Thanks @Andre, might try the Cap Custard as a stand alone, I'm one of those people that hardly taste strawberry at all.

Reactions: Like 1


----------



## craigb (7/6/18)

Viper_SA said:


> Thanks @Andre, might try the Cap Custard as a stand alone, I'm one of those people that hardly taste strawberry at all.


Cap Custard V1 4%
Cap Sugar Cookie V1 8%
Simple Sugar Cookie
I reckon there's a lot of leeway to tweak percentages and ratios to suit your taste. This is one of my favourite vapes.

<not so ninja edit correcting the %s >

Reactions: Thanks 1


----------



## Viper_SA (7/6/18)

craigb said:


> Cap Custard V1 8%
> Cap Sugar Cookie V1 4%
> Simple Sugar Cookie
> I reckon there's a lot of leeway to tweak percentages and ratios to suit your taste.

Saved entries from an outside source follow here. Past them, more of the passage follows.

def shear_lines(sh: dict, f: Fmt, size: float | None = None) -> list[str]:
    if "skipped" in sh:
        return ["Transverse shear", f"  not computed: {sh['skipped']}"]
    out = ["Transverse shear (Saint-Venant flexure, ν = %g)" % sh["poisson"],
           f"  shear centre      {f.point(sh['centre'], size)}  (offset from the centroid "
           f"{f.point(sh['centre_offset_from_centroid'], size)})",
           f"  κx, κy, κxy       {sh['kappa_x']:.5f}, {sh['kappa_y']:.5f}, "
           f"{0.0 if abs(sh['kappa_xy']) < ROUND_OFF else sh['kappa_xy']:.3g}   (energy definition)",
           f"  shear areas       κx·A {f.q(sh['shear_area_x'], 'area')}, κy·A {f.q(sh['shear_area_y'], 'area')}"]
    if "tau_max" in sh:
        where = f.where(sh["tau_max_where"]) if sh["tau_max_on_boundary"] else "inside the section"
        out += [f"  shear force V     ({f.q(sh['force'][0], 'force')}, {f.q(sh['force'][1], 'force')}) through the shear centre",
                f"  τmax              {f.q(sh['tau_max'], 'stress')} at {f.point(sh['tau_max_at'])}: {where}",
                f"  through the shaft axis instead, V also applies a torque of "
                f"{f.q0(sh['torque_from_axis_offset'], 'moment', (size or 0.0) * max(abs(v) for v in sh['force']))}"]
    r = sh["residuals"]
    res_txt = f"resultant {max(abs(v) for v in r['resultant_Vx'] + r['resultant_Vy']):.1e}"
    if "normal_traction" in r:
        res_txt += f", moment about the centre {abs(r['moment_about_centre']):.1e}, |τ·n| on the boundary {r['normal_traction']:.1e} of τmax"
    out.append(f"  residuals         {res_txt}")
    return out


LABELS = {"J": "J", "tau_max": "torsion τmax", "shear_tau_max": "shear τmax", "shear_centre_x": "shear centre x",
          "shear_centre_y": "shear centre y", "kappa_x": "κx", "kappa_y": "κy", "tau_max_corner": "τ at sharp corners"}


def accuracy_lines(res: dict) -> list[str]:
    """What the designer needs: how big the error can be, and whether the numbers can be trusted to
    the target. The technical terms (observed order, asymptotic range) stay in results.json."""
    acc, conv = res["accuracy"], res.get("convergence", {})
    tgt = f"{100 * acc['target']:.3g} %"
    bad_checks = [c for c in res.get("checks", []) if not c["passed"]]
    if acc["met"]:
        head = (f"Accuracy: target {tgt} reached — the numbers above are estimated to be within "
                f"{100 * acc['achieved']:.2g} % of the exact solution of this 2-D model (largest on "
                f"{LABELS.get(acc['governing_quantity'], acc['governing_quantity'])})")
    else:
        head = f"Accuracy: NOT SHOWN to be within the target {tgt}: do not rely on the numbers above to that accuracy"
    out = [head]
    for c in bad_checks:
        out.append(f"  SELF-CHECK FAILED: {c['name']} = {c['value']!s} (limit {c['limit']!s}): the solution is wrong; "
                   "no number above can be trusted")
    if not acc.get("meshes_distinct", True):
        out.append("  the meshes of the study are not refined by the stated ratio: the error is unknown")
    if acc.get("limited_by"):
        out.append(f"  refinement stopped: {acc['limited_by']}; the errors below apply, not the target")
    out.append(f"  meshes compared: {', '.join(str(d) for d in acc['meshes'])} unknowns; "
               f"{acc['adaptive_steps']} adaptive step(s) before them")
    for key, v in conv.items():
        if key == "tau_max_corner":
            out.append(f"  {LABELS[key]:<16} grows without bound as the mesh is refined: no value is given")
            continue
        rel = " of the section size" if v.get("relative_to", "").startswith("section") else ""
        if v["gci"] is None:
            out.append(f"  {LABELS.get(key, key):<16} error unknown (the meshes do not converge on it)")
            continue
        ok = v["gci"] <= acc["target"]
        trust = "within the target" if ok else "ABOVE the target"
        if bad_checks or not acc.get("meshes_distinct", True):
            trust = "not to be trusted (see above)"
        out.append(f"  {LABELS.get(key, key):<16} estimated error up to {100 * v['gci']:.2g} %{rel}: {trust}")
    return out
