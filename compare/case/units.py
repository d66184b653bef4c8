"""Units at the edges: case-file values in, report values out. SI inside, always.

A case declares one unit system (``units = "mm-N-MPa"`` or ``"in-lbf-psi"``); a plain number in the
case takes that system's unit for its field's dimension, and a string carries its own unit
(``"25 mm"``, ``"150 N*m"``, ``"900 lbf*in"``). Conversion goes through pint.
"""
from __future__ import annotations

import math
import re
from dataclasses import dataclass
from functools import lru_cache

from fem.errors import InputError


@lru_cache(maxsize=1)
def ureg():
    import pint  # noqa: PLC0415  lazy import of a slow dependency: pint takes ~0.3 s to load; plain numbers never need it

    return pint.UnitRegistry()


#: Dimensions a case-file field can have, with their SI unit.
SI = {
    "length": "m",
    "area": "m**2",
    "second_moment": "m**4",
    "force": "N",
    "moment": "N*m",
    "stress": "Pa",
    "angle": "rad",
    "twist": "rad/m",
    "temperature": "degC",
    "dimensionless": "",
    "density": "kg/m**3",
    "mass": "kg",
    "mass_inertia": "kg*m**2",
    "stiffness": "N/m",
    "angular_speed": "rad/s",
}
#: Default units of the shaft-layout dimensions for a plain number, per length unit of the system.
_LAYOUT_UNITS = {
    "mm": {"density": "kg/m**3", "mass": "kg", "mass_inertia": "kg*m**2", "stiffness": "N/mm", "angular_speed": "rpm"},
    "m": {"density": "kg/m**3", "mass": "kg", "mass_inertia": "kg*m**2", "stiffness": "N/m", "angular_speed": "rpm"},
    "inch": {"density": "lb/inch**3", "mass": "lb", "mass_inertia": "lb*inch**2", "stiffness": "lbf/inch",
             "angular_speed": "rpm"},
}
_LAYOUT_LABELS = {"kg/m**3": "kg/m³", "kg*m**2": "kg·m²", "N/mm": "N/mm", "N/m": "N/m", "lb/inch**3": "lb/in³",
                  "lb*inch**2": "lb·in²", "lbf/inch": "lbf/in", "rpm": "rpm", "kg": "kg", "lb": "lb"}


@dataclass(frozen=True)
class UnitSystem:
    name: str
    length: str
    force: str
    stress: str

    def unit(self, dimension: str) -> str:
        if dimension in _LAYOUT_UNITS["m"]:
            return _LAYOUT_UNITS[self.length][dimension]
        return {
            "length": self.length,
            "area": f"{self.length}**2",
            "second_moment": f"{self.length}**4",
            "force": self.force,
            "moment": f"{self.force}*{self.length}",
            "stress": self.stress,
            "angle": "deg",
            "twist": f"deg/{self.length}",
            "temperature": "degC",
            "dimensionless": "",
        }[dimension]

    def label(self, dimension: str) -> str:
        if dimension in _LAYOUT_UNITS["m"]:
            return _LAYOUT_LABELS[_LAYOUT_UNITS[self.length][dimension]]
        return {
            "length": self.length,
            "area": f"{self.length}²",
            "second_moment": f"{self.length}⁴",
            "force": self.force,
            "moment": f"{self.force}·{self.length}",
            "stress": self.stress,
            "angle": "°",
            "twist": f"°/{self.length}",
            "temperature": "°C",
            "dimensionless": "",
        }[dimension]


SYSTEMS = {
    "mm-N-MPa": UnitSystem("mm-N-MPa", "mm", "N", "MPa"),
    "m-N-Pa": UnitSystem("m-N-Pa", "m", "N", "Pa"),
    "in-lbf-psi": UnitSystem("in-lbf-psi", "inch", "lbf", "psi"),
    "in-lbf-ksi": UnitSystem("in-lbf-ksi", "inch", "lbf", "ksi"),
}


#: Significant digits a converted dimensional value keeps (lengths, forces, moments, stresses):
#: far beyond any drawing or data sheet (a change of at most 5e-14 of the value), yet few enough to
#: wipe out the last-bit noise of a unit conversion, so the same quantity in any unit system is the
#: same float (0.6 in and 15.24 mm both become 0.01524 m) and the same shaft gets the same mesh.
SIGNIFICANT_DIGITS = 14
_ROUNDED = {"length", "area", "second_moment", "force", "moment", "stress"}


def round_significant(x: float, digits: int = SIGNIFICANT_DIGITS) -> float:
    """``x`` rounded to ``digits`` significant decimal digits (the nearest float to that decimal)."""
    return float(f"{x:.{digits - 1}e}") if math.isfinite(x) and x != 0.0 else x


def unit_system(name, field="case.units") -> UnitSystem | None:
    if name is None:
        return None
    if not isinstance(name, str) or name not in SYSTEMS:
        raise InputError(field, name, f"unknown unit system; use one of {', '.join(SYSTEMS)}")
    return SYSTEMS[name]


def to_si(value, dimension: str, field: str, system: UnitSystem | None) -> float:
    """A case-file value (number or 'number unit' string) as a float in SI for ``dimension``.
    Infinite and NaN values are refused however written (``inf``, ``"inf"``, ``"1e400 mm"``)."""
    si = _to_si(value, dimension, field, system)
    if not math.isfinite(si):
        raise InputError(field, value, "is not a finite number", _unit_of(value, dimension, system))
    return si


def _unit_of(value, dimension, system):
    """The unit a plain number takes from the case's unit system (for echoing it)."""
    if isinstance(value, (int, float)) and not isinstance(value, bool) and system is not None:
        return system.label(dimension) or None
    return None


def _to_si(value, dimension: str, field: str, system: UnitSystem | None) -> float:
    if isinstance(value, bool) or value is None:
        raise InputError(field, value, f"expected a {dimension.replace('_', ' ')}")
    if isinstance(value, int) and abs(value) > 10**300:
        raise InputError(field, value, "is far too large to be a number of this tool")
    if isinstance(value, (int, float)):
        if not math.isfinite(value):
            raise InputError(field, value, "is not a finite number")
        if dimension == "dimensionless":
            return float(value)
        if system is None:
            raise InputError(field, value, "has no unit and the case declares no unit system (set case.units or write e.g. \"25 mm\")")
        value = f"{value!r} {system.unit(dimension)}"
        return _convert(value, dimension, field)
    if isinstance(value, str):
        text = value.strip()
        if text.endswith("%") and dimension == "dimensionless":
            try:
                return float(text[:-1]) / 100.0
            except ValueError:
                raise InputError(field, value, "is not a percentage") from None
        try:
            float(text)
        except ValueError:
            return _convert(text, dimension, field)
        if dimension == "dimensionless":
            return float(text)
        raise InputError(field, value, f"is missing its unit (write e.g. \"{text} {system.unit(dimension) if system else SI[dimension]}\")")
    raise InputError(field, value, f"expected a number or a string with a unit, not {type(value).__name__}")


def _convert(text: str, dimension: str, field: str) -> float:
    u = ureg()
    # pint evaluates powers: "1 mm**9**9**9" would run for ever. Units need small whole powers only.
    powers = re.findall(r"(?:\*\*|\^)\s*\(?\s*[-+]?\s*([0-9.]*)", text)
    if len(text) > 80 or re.search(r"(?:\*\*|\^)[^*^/a-zA-Z]*(?:\*\*|\^)", text) or any(
            not p or len(p) > 2 for p in powers):
        raise InputError(field, text, "cannot be read as a quantity with a unit (write a number and a unit, "
                         "e.g. \"25 mm\", \"150 N*m\", \"1 mm**4\")")
    try:
        # number and unit apart: pint refuses offset units (°C) inside an expression like "80 degC"
        m = re.fullmatch(r"\s*([-+]?(?:\d+\.?\d*|\.\d+)(?:[eE][-+]?\d+)?)\s*(.*?)\s*", text)
        q = u.Quantity(float(m.group(1)), m.group(2) or "") if m else u.Quantity(text)
    except Exception:
        raise InputError(field, text, "cannot be read as a quantity with a unit") from None
    target = SI[dimension]
    try:
        if dimension == "temperature":
            return float(q.to("degC").magnitude)
        if dimension == "dimensionless":
            return float(q.to("dimensionless").magnitude)
        v = float(q.to(target).magnitude)
        return round_significant(v) if dimension in _ROUNDED else v
    except Exception:
        raise InputError(field, text, f"is not a{'n' if dimension[0] in 'aeiou' else ''} {dimension.replace('_', ' ')} (expected units like {target})") from None


def from_si(value: float, dimension: str, system: UnitSystem) -> float:
    """An SI float in the system's unit for ``dimension`` (for reports)."""
    if dimension == "dimensionless":
        return value
    u = ureg()
    if dimension == "temperature":
        return value
    return float(u.Quantity(value, SI[dimension]).to(system.unit(dimension)).magnitude)
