"""A polymer's own data (``[material.polymer]``) and the service conditions (``[service]``): read, every
field checked, and the properties resolved at the service temperature, moisture state, load duration
and cycles (docs/polymer.md). No material data are built in: everything comes from the
user's points, and nothing is read outside them.

Schema::

    [material.polymer]
    source = "..."                   # where the data come from (text, required)
    illustrative = true              # say so when the values are invented
    [material.polymer.dry]           # and/or [material.polymer.conditioned]: one table per moisture state
    temperature = [-20, 23, 60, 80]  # °C, strictly increasing
    tensile_strength = [...]         # stress at each temperature (required)
    yield = [...]                    # optional: yield stress at each temperature
    elastic_modulus = [...]          # short-term modulus at each temperature (required)
    [[material.polymer.creep]]       # isochronous data: creep modulus against load duration
    temperature = 60                 # °C the curve was taken at
    moisture = "conditioned"         # dry | conditioned
    duration = [1, 10, 100, 1000]    # plain numbers in hours, or strings with a unit ("1 h", "1000 h")
    modulus = [...]                  # creep modulus (stress / strain at that duration)
    [[material.polymer.sn]]          # stress amplitude against cycles (fully reversed, R = -1)
    temperature = 60
    moisture = "conditioned"
    stress_ratio = -1
    cycles = [1e4, 1e5, 1e6, 1e7]
    amplitude = [...]

    [service]
    temperature = 60                 # °C (or material.temperature; both given must agree)
    moisture = "conditioned"         # dry | conditioned
    life = "8000 h"                  # how long the steady loads act and the part must last
    speed = "300 rpm"                # or [shaft] speed; or cycles = 1e7 directly
    cycles_per_revolution = 1        # optional (default 1: a rotating shaft's bending)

This is one of my favourite vapes.



The link has the percentage's the other way around from your post?


----------



## craigb (7/6/18)

Viper_SA said:


> The link has the percentage's the other way around from your post?


no it doesn't





......





anymore

Reactions: Funny 4


----------



## craigb (7/6/18)

and depending on your setup, you can actually start by halving the %'s (or maybe reducing to 3/4)

Or if you are after a more custardy experience, you can maybe push the Custard up a little bit. Like I said, I think there is a lot of leeway. One of these days I want to try doing a half the % with some white chocolate added.


----------



## RichJB (7/6/18)

Wayne's Killa Kustard remix is very simple. I don't know the original juice so can't say but apparently it is very popular.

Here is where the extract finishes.